_Exercise:_ From the first line to the last, copy the material exactly.

_Material supplied:_
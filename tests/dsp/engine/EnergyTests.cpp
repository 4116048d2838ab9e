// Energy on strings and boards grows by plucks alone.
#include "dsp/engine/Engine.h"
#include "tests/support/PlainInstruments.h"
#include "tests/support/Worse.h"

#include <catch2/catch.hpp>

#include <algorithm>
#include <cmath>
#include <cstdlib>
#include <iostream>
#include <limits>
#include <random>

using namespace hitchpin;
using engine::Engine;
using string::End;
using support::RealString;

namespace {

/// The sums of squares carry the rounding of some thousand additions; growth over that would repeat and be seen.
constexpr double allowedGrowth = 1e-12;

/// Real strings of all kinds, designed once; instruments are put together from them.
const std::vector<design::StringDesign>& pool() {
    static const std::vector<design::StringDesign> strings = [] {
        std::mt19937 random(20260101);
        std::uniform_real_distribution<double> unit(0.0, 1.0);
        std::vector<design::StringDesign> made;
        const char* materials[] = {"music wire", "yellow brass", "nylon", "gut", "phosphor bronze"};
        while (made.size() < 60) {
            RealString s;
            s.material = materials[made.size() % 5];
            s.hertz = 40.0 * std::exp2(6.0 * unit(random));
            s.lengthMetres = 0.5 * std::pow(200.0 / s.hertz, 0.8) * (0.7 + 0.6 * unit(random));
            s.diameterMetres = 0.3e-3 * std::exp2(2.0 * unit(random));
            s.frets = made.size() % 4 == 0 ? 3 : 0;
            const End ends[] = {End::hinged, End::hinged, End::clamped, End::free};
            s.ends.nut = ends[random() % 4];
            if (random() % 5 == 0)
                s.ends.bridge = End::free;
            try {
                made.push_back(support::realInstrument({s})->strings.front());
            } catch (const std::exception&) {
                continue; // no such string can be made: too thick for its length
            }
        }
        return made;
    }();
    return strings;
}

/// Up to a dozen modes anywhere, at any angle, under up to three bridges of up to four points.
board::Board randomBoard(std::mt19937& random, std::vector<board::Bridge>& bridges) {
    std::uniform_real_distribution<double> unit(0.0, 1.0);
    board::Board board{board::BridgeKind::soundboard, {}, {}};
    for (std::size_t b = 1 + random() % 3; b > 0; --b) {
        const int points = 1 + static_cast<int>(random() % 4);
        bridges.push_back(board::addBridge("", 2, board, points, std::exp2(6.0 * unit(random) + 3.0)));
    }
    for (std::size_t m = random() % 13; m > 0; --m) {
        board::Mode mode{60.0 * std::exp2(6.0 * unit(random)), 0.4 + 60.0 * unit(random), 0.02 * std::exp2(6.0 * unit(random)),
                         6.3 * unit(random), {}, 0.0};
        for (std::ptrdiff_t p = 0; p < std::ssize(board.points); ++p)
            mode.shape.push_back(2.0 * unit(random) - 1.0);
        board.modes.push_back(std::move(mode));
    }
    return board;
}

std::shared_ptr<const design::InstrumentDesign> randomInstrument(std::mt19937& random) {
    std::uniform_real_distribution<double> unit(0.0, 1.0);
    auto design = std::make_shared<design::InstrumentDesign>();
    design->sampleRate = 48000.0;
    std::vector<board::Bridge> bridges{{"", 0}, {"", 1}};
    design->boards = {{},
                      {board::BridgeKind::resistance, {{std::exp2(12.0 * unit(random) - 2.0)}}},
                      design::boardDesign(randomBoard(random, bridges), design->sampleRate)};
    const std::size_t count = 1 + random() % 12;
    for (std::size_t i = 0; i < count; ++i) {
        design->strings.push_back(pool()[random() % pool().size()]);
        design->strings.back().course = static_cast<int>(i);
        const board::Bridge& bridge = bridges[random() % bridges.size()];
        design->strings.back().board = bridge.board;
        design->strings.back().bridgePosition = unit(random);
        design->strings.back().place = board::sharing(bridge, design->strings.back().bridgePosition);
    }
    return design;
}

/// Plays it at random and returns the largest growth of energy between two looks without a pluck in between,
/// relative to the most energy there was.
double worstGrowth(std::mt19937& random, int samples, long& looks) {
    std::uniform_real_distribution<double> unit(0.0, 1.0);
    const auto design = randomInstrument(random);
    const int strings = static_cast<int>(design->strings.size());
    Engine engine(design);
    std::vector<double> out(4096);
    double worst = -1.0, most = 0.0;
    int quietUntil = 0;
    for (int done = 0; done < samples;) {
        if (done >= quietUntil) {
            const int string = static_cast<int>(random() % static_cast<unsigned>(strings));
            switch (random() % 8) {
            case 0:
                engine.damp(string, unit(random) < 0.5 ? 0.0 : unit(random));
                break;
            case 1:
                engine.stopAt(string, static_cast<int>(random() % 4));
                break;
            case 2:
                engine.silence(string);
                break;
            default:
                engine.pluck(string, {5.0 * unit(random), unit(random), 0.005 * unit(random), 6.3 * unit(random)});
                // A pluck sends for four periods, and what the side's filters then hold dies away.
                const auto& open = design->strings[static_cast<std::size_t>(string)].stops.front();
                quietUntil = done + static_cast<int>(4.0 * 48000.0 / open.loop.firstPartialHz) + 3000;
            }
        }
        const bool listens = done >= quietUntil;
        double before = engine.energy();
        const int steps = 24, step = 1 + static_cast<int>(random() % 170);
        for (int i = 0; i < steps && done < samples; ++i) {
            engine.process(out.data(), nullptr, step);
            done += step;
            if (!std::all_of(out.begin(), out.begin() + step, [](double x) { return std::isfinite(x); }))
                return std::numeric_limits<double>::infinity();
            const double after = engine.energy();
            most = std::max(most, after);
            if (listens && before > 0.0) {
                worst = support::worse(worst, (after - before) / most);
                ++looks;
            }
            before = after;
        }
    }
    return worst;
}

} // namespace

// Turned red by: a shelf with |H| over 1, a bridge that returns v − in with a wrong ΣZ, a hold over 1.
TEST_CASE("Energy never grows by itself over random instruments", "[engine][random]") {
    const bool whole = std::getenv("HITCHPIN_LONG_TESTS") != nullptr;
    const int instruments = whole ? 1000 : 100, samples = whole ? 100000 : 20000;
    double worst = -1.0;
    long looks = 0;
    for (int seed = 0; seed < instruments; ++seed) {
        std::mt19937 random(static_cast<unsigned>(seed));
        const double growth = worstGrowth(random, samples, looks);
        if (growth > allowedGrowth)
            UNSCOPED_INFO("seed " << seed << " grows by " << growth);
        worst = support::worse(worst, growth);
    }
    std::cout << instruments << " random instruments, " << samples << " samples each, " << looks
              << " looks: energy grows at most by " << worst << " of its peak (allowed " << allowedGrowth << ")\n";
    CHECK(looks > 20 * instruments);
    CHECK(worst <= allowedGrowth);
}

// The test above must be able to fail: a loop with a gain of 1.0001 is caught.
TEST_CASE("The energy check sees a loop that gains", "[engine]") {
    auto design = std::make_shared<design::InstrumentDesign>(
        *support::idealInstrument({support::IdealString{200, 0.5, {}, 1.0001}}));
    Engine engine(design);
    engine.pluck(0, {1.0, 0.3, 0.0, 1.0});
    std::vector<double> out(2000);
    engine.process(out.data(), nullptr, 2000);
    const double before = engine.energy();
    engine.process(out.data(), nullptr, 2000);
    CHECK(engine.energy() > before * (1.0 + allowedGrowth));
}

_Answer space:_
filename tests/dsp/engine/EnergyTests.cpp
repository 4116048d2838ab9e
// Energy on strings and boards grows by plucks alone.
#include "dsp/engine/Engine.h"
#include "tests/support/PlainInstruments.h"
#include "tests/support/Worse.h"

#include <catch2/catch.hpp>

#include <algorithm>
#include <cmath>
#include <cstdlib>
#include <iostream>
#include <limits>
#include <random>

using namespace hitchpin;
using engine::Engine;
using string::End;
using support::RealString;

namespace {

/// The sums of squares carry the rounding of some thousand additions; growth over that would repeat and be seen.
constexpr double allowedGrowth = 1e-12;

/// Real strings of all kinds, designed once; instruments are put together from them.
const std::vector<design::StringDesign>& pool() {
    static const std::vector<design::StringDesign> strings = [] {
        std::mt19937 random(20260101);
        std::uniform_real_distribution<double> unit(0.0, 1.0);
        std::vector<design::StringDesign> made;
        const char* materials[] = {"music wire", "yellow brass", "nylon", "gut", "phosphor bronze"};
        while (made.size() < 60) {
            RealString s;
            s.material = materials[made.size() % 5];
            s.hertz = 40.0 * std::exp2(6.0 * unit(random));
            s.lengthMetres = 0.5 * std::pow(200.0 / s.hertz, 0.8) * (0.7 + 0.6 * unit(random));
            s.diameterMetres = 0.3e-3 * std::exp2(2.0 * unit(random));
            s.frets = made.size() % 4 == 0 ? 3 : 0;
            const End ends[] = {End::hinged, End::hinged, End::clamped, End::free};
            s.ends.nut = ends[random() % 4];
            if (random() % 5 == 0)
                s.ends.bridge = End::free;
            try {
                made.push_back(support::realInstrument({s})->strings.front());
            } catch (const std::exception&) {
                continue; // no such string can be made: too thick for its length
            }
        }
        return made;
    }();
    return strings;
}

/// Up to a dozen modes anywhere, at any angle, under up to three bridges of up to four points.
board::Board randomBoard(std::mt19937& random, std::vector<board::Bridge>& bridges) {
    std::uniform_real_distribution<double> unit(0.0, 1.0);
    board::Board board{board::BridgeKind::soundboard, {}, {}};
    for (std::size_t b = 1 + random() % 3; b > 0; --b) {
        const int points = 1 + static_cast<int>(random() % 4);
        bridges.push_back(board::addBridge("", 2, board, points, std::exp2(6.0 * unit(random) + 3.0)));
    }
    for (std::size_t m = random() % 13; m > 0; --m) {
        board::Mode mode{60.0 * std::exp2(6.0 * unit(random)), 0.4 + 60.0 * unit(random), 0.02 * std::exp2(6.0 * unit(random)),
                         6.3 * unit(random), {}, 0.0};
        for (std::ptrdiff_t p = 0; p < std::ssize(board.points); ++p)
            mode.shape.push_back(2.0 * unit(random) - 1.0);
        board.modes.push_back(std::move(mode));
    }
    return board;
}

std::shared_ptr<const design::InstrumentDesign> randomInstrument(std::mt19937& random) {
    std::uniform_real_distribution<double> unit(0.0, 1.0);
    auto design = std::make_shared<design::InstrumentDesign>();
    design->sampleRate = 48000.0;
    std::vector<board::Bridge> bridges{{"", 0}, {"", 1}};
    design->boards = {{},
                      {board::BridgeKind::resistance, {{std::exp2(12.0 * unit(random) - 2.0)}}},
                      design::boardDesign(randomBoard(random, bridges), design->sampleRate)};
    const std::size_t count = 1 + random() % 12;
    for (std::size_t i = 0; i < count; ++i) {
        design->strings.push_back(pool()[random() % pool().size()]);
        design->strings.back().course = static_cast<int>(i);
        const board::Bridge& bridge = bridges[random() % bridges.size()];
        design->strings.back().board = bridge.board;
        design->strings.back().bridgePosition = unit(random);
        design->strings.back().place = board::sharing(bridge, design->strings.back().bridgePosition);
    }
    return design;
}

/// Plays it at random and returns the largest growth of energy between two looks without a pluck in between,
/// relative to the most energy there was.
double worstGrowth(std::mt19937& random, int samples, long& looks) {
    std::uniform_real_distribution<double> unit(0.0, 1.0);
    const auto design = randomInstrument(random);
    const int strings = static_cast<int>(design->strings.size());
    Engine engine(design);
    std::vector<double> out(4096);
    double worst = -1.0, most = 0.0;
    int quietUntil = 0;
    for (int done = 0; done < samples;) {
        if (done >= quietUntil) {
            const int string = static_cast<int>(random() % static_cast<unsigned>(strings));
            switch (random() % 8) {
            case 0:
                engine.damp(string, unit(random) < 0.5 ? 0.0 : unit(random));
                break;
            case 1:
                engine.stopAt(string, static_cast<int>(random() % 4));
                break;
            case 2:
                engine.silence(string);
                break;
            default:
                engine.pluck(string, {5.0 * unit(random), unit(random), 0.005 * unit(random), 6.3 * unit(random)});
                // A pluck sends for four periods, and what the side's filters then hold dies away.
                const auto& open = design->strings[static_cast<std::size_t>(string)].stops.front();
                quietUntil = done + static_cast<int>(4.0 * 48000.0 / open.loop.firstPartialHz) + 3000;
            }
        }
        const bool listens = done >= quietUntil;
        double before = engine.energy();
        const int steps = 24, step = 1 + static_cast<int>(random() % 170);
        for (int i = 0; i < steps && done < samples; ++i) {
            engine.process(out.data(), nullptr, step);
            done += step;
            if (!std::all_of(out.begin(), out.begin() + step, [](double x) { return std::isfinite(x); }))
                return std::numeric_limits<double>::infinity();
            const double after = engine.energy();
            most = std::max(most, after);
            if (listens && before > 0.0) {
                worst = support::worse(worst, (after - before) / most);
                ++looks;
            }
            before = after;
        }
    }
    return worst;
}

} // namespace

// Turned red by: a shelf with |H| over 1, a bridge that returns v − in with a wrong ΣZ, a hold over 1.
TEST_CASE("Energy never grows by itself over random instruments", "[engine][random]") {
    const bool whole = std::getenv("HITCHPIN_LONG_TESTS") != nullptr;
    const int instruments = whole ? 1000 : 100, samples = whole ? 100000 : 20000;
    double worst = -1.0;
    long looks = 0;
    for (int seed = 0; seed < instruments; ++seed) {
        std::mt19937 random(static_cast<unsigned>(seed));
        const double growth = worstGrowth(random, samples, looks);
        if (growth > allowedGrowth)
            UNSCOPED_INFO("seed " << seed << " grows by " << growth);
        worst = support::worse(worst, growth);
    }
    std::cout << instruments << " random instruments, " << samples << " samples each, " << looks
              << " looks: energy grows at most by " << worst << " of its peak (allowed " << allowedGrowth << ")\n";
    CHECK(looks > 20 * instruments);
    CHECK(worst <= allowedGrowth);
}

// The test above must be able to fail: a loop with a gain of 1.0001 is caught.
TEST_CASE("The energy check sees a loop that gains", "[engine]") {
    auto design = std::make_shared<design::InstrumentDesign>(
        *support::idealInstrument({support::IdealString{200, 0.5, {}, 1.0001}}));
    Engine engine(design);
    engine.pluck(0, {1.0, 0.3, 0.0, 1.0});
    std::vector<double> out(2000);
    engine.process(out.data(), nullptr, 2000);
    const double before = engine.energy();
    engine.process(out.data(), nullptr, 2000);
    CHECK(engine.energy() > before * (1.0 + allowedGrowth));
}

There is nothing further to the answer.